Named for Sen. William Roth of Delaware, a longtime IRA advocate, the Roth IRA now allows you to contribute up to $3,000 a year. But those contributions are not a tax-deductible. Income limits also come into play. For singles, you can contribute the full $3,000 if your income is less than $95,000. Contributions gradually phase out as income reaches $110,000. Similarly, the income limits run from $160,000 to $190,000 for married couples filing jointly.

 

When you withdraw the money, you pay no taxes if it's been in the account at least five years and: (1) you are older than 59½, or (2) you become disabled, or (3) you die and it's paid to your beneficiary, or (4) you use the money for a first time home purchase ($10,000 lifetime withdrawal limit).

 

Also, unlike a regular IRA, which requires you to start withdrawing, money at age 70½, a Roth IRA has no such requirement. You can let the money sit, while earnings grow tax-free, for as long as you like.

 

You can convert funds from a regular IRA to a Roth IRA if you adjusted gross income doesn't exceed $100,000 for both singles and married couples filing jointly.
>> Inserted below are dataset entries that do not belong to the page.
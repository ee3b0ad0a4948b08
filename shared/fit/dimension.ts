import { coverage95 } from '../statistics/normal-distribution.js';

export { coverage95 };

/** Where a figure comes from; shown beside it. */
export type DimensionSource =
  | { readonly kind: 'consensus'; readonly readings: number; readonly thin: boolean }
  | { readonly kind: 'own-reading' }
  | { readonly kind: 'makers-drawing' };

/** One dimension of the one part in the reader's hand: value and standard uncertainty in mm. */
export interface Dimension {
  readonly value: number;
  readonly uncertainty: number;
  readonly source: DimensionSource;
}

/** A worked-out figure with its standard uncertainty and 95 % interval, in the unit of its name. */
export interface Figure {
  readonly value: number;
  readonly uncertainty: number;
  readonly interval: readonly [number, number];
}

export function figure(value: number, uncertainty: number): Figure {
  return {
    value,
    uncertainty,
    interval: [value - coverage95 * uncertainty, value + coverage95 * uncertainty],
  };
}

/** Millimetres in an inch, exact since 1959. */
export const millimetresPerInch = 25.4;

export function inchToMillimetre(inches: number): number {
  return inches * millimetresPerInch;
}

export function millimetreToInch(millimetres: number): number {
  return millimetres / millimetresPerInch;
}

/** RangeError unless the dimension is a finite value within (0, 1000] mm with a finite uncertainty ≥ 0. */
export function checkDimension(dimension: Dimension, name: string): void {
  if (!Number.isFinite(dimension.value) || dimension.value <= 0 || dimension.value > 1000) {
    throw new RangeError(`${name} must lie over 0 and up to 1000 mm.`);
  }
  if (!Number.isFinite(dimension.uncertainty) || dimension.uncertainty < 0) {
    throw new RangeError(`The uncertainty of ${name} must be zero or more.`);
  }
}
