import { figure, type Dimension, type Figure } from './dimension.js';
import { chancePositive, type SeatVerdict } from './verdict.js';

/** A sector round the axis, degrees from 0 up to 360; `to` may pass 360. */
export interface AngleInterval {
  readonly from: number;
  readonly to: number;
}

/** A body round the common axis: a ring sector of some height. Radii and heights mm, angles degrees. */
export interface EnvelopeBody {
  readonly innerRadius: Dimension | null;
  readonly outerRadius: Dimension | null;
  readonly bottom: Dimension | null;
  readonly top: Dimension | null;
  /** Middle of the sector it fills as delivered; null where nobody has said where it stands. */
  readonly angle: Dimension | null;
  /** Angle it fills, over 0 up to 360. */
  readonly width: Dimension | null;
}

export interface EnvelopeResult {
  readonly verdict: SeatVerdict;
  /** How the bodies pass each other: beyond in radius, above or below, or beside each other in angle. */
  readonly passes: 'in-radius' | 'in-height' | 'in-angle' | null;
  /** Room between them in the direction in which they pass (radius or height, mm); overlap where negative. */
  readonly margin: Figure | null;
  readonly chance: number | null;
  /** Angles at which the second body's middle may stand; the whole circle when they pass in radius or height. */
  readonly freeAngles: readonly AngleInterval[] | null;
  /** Least turn that clears them, degrees, signed; null where none is needed or none helps. */
  readonly turnNeeded: number | null;
  readonly missing: readonly string[];
}

/**
 * A body that must go past an obstruction on the same axis, such as a motor past a clamp's thumb screw. They pass when
 * their radii or their heights do not overlap; otherwise the second one must stand at an angle where the sectors do not
 * meet. Room in radius is max(inner₂ − outer₁, inner₁ − outer₂), in height likewise; the chance of passing is Φ(room / u).
 * With an unknown angle the chance is the free share of the circle. First-order uncertainty; angles are taken 2 u apart.
 * Throws RangeError for a sector outside (0, 360] or an inner radius or bottom above its outer radius or top.
 */
export function judgeEnvelope(body: EnvelopeBody, obstruction: EnvelopeBody): EnvelopeResult {
  const missing = [...missingOf(body, 'body'), ...missingOf(obstruction, 'obstruction')];
  const inRadius = roomBetween(span(body, 'radius'), span(obstruction, 'radius'));
  const inHeight = roomBetween(span(body, 'height'), span(obstruction, 'height'));
  const best = [inRadius, inHeight].reduce<Figure | null>(
    (one, other) => (!one || (other && other.value > one.value) ? other : one),
    null,
  );
  if (!best)
    return {
      verdict: 'not-known',
      passes: null,
      margin: null,
      chance: null,
      freeAngles: null,
      turnNeeded: null,
      missing,
    };
  const past = chancePositive(best);
  if (past >= 0.95 || !inRadius || !inHeight) {
    if (past < 0.5)
      return {
        verdict: 'not-known',
        passes: null,
        margin: best,
        chance: null,
        freeAngles: null,
        turnNeeded: null,
        missing,
      };
    const verdict = past >= 0.95 ? (best.value > 0.5 ? 'seats-with-room' : 'seats-snugly') : 'tight';
    return {
      verdict,
      passes: best === inRadius ? 'in-radius' : 'in-height',
      margin: best,
      chance: past,
      freeAngles: wholeCircle,
      turnNeeded: null,
      missing,
    };
  }
  return besideEachOther(body, obstruction, best, past, missing);
}

const wholeCircle: readonly AngleInterval[] = [{ from: 0, to: 360 }];

function besideEachOther(
  body: EnvelopeBody,
  obstruction: EnvelopeBody,
  margin: Figure,
  past: number,
  missing: string[],
): EnvelopeResult {
  if (!body.angle || !body.width || !obstruction.width) {
    return {
      verdict: 'not-known',
      passes: null,
      margin,
      chance: null,
      freeAngles: null,
      turnNeeded: null,
      missing,
    };
  }
  for (const width of [body.width.value, obstruction.width.value]) {
    if (!(width > 0 && width <= 360)) throw new RangeError('A sector lies over 0° and up to 360°.');
  }
  const guard =
    2 * Math.hypot(body.angle.uncertainty, body.width.uncertainty / 2, obstruction.width.uncertainty / 2);
  const reach = body.width.value / 2 + obstruction.width.value / 2 + guard;
  if (reach >= 180)
    return {
      verdict: 'will-not-seat',
      passes: null,
      margin,
      chance: past,
      freeAngles: [],
      turnNeeded: null,
      missing,
    };
  const from = modulo(body.angle.value + reach);
  const freeAngles = [{ from, to: from + 360 - 2 * reach }];
  const share = (360 - 2 * reach) / 360;
  if (!obstruction.angle) {
    return {
      verdict: 'tight',
      passes: 'in-angle',
      margin,
      chance: past + (1 - past) * share,
      freeAngles,
      turnNeeded: null,
      missing,
    };
  }
  const apart = modulo(obstruction.angle.value - body.angle.value + 180) - 180;
  const clear = Math.abs(apart) >= reach;
  return {
    verdict: clear ? 'seats-with-room' : past <= 0.05 ? 'will-not-seat' : 'tight',
    passes: clear ? 'in-angle' : null,
    margin,
    chance: clear ? 1 : past,
    freeAngles,
    turnNeeded: clear ? null : (apart < 0 ? -1 : 1) * (reach - Math.abs(apart)),
    missing,
  };
}

type Span = { readonly low: Dimension; readonly high: Dimension } | null;

function span(body: EnvelopeBody, direction: 'radius' | 'height'): Span {
  const [low, high] = direction === 'radius' ? [body.innerRadius, body.outerRadius] : [body.bottom, body.top];
  if (!low || !high) return null;
  if (low.value > high.value)
    throw new RangeError(
      `The ${direction === 'radius' ? 'inner radius' : 'bottom'} must not lie beyond its other end.`,
    );
  return { low, high };
}

function roomBetween(one: Span, other: Span): Figure | null {
  if (!one || !other) return null;
  const outside = figure(
    other.low.value - one.high.value,
    Math.hypot(other.low.uncertainty, one.high.uncertainty),
  );
  const inside = figure(
    one.low.value - other.high.value,
    Math.hypot(one.low.uncertainty, other.high.uncertainty),
  );
  return outside.value >= inside.value ? outside : inside;
}

function missingOf(body: EnvelopeBody, side: string): string[] {
  return Object.entries(body).flatMap(([name, value]) => (value === null ? [`${side}.${name}`] : []));
}

function modulo(degrees: number): number {
  return ((degrees % 360) + 360) % 360;
}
You also should know that distributions are taxed in the year you convert the funds, but if you convert before Jan. 1, 1999, you can spread out the taxes over four years.


 

Of the new IRA changes, "I think the biggest benefit is the Roth IRA," Tsu says. "It's a gift everybody should look at and take advantage of."

 

Tsu likes the flexibility the Roth IRA gives savers to work toward different goals. For instance, a young person could save for a first home by putting in $3,000 a year, earning interest, and then withdrawing a sizable tax-free sum after five years. "You've used it for an intended purpose," Tsu notes, "and it was not retirement. But that's OK."

 

The key, however, is to not keep putting off saving for retirement.

 

Tsu doesn't think the Roth IRA poses an undue temptation to do so.

 

After all, she notes, "How often can a person be a first time home buyer, or pay for higher education?...I think the special purposes [under the Roth IRA] are reasonable. I would object if you could use it for cars or boats. That would be misuse of funds."

 

 


If there's a downside, Tsu says, it's that a Roth IRA contribution can be no more than $3,000 a year. Also, annual Roth IRA and regular IRA contributions combined can be no more than $3,000. "So you're limited," she says, noting that you can't depend on IRAs alone for retirement savings. "If you have a qualified plan at work," Tsu says, "you should explore that. Combine that with the IRAs available."

 

To find out what IRA options are best for your financial situation, talk to a financial planner or someone at your credit union.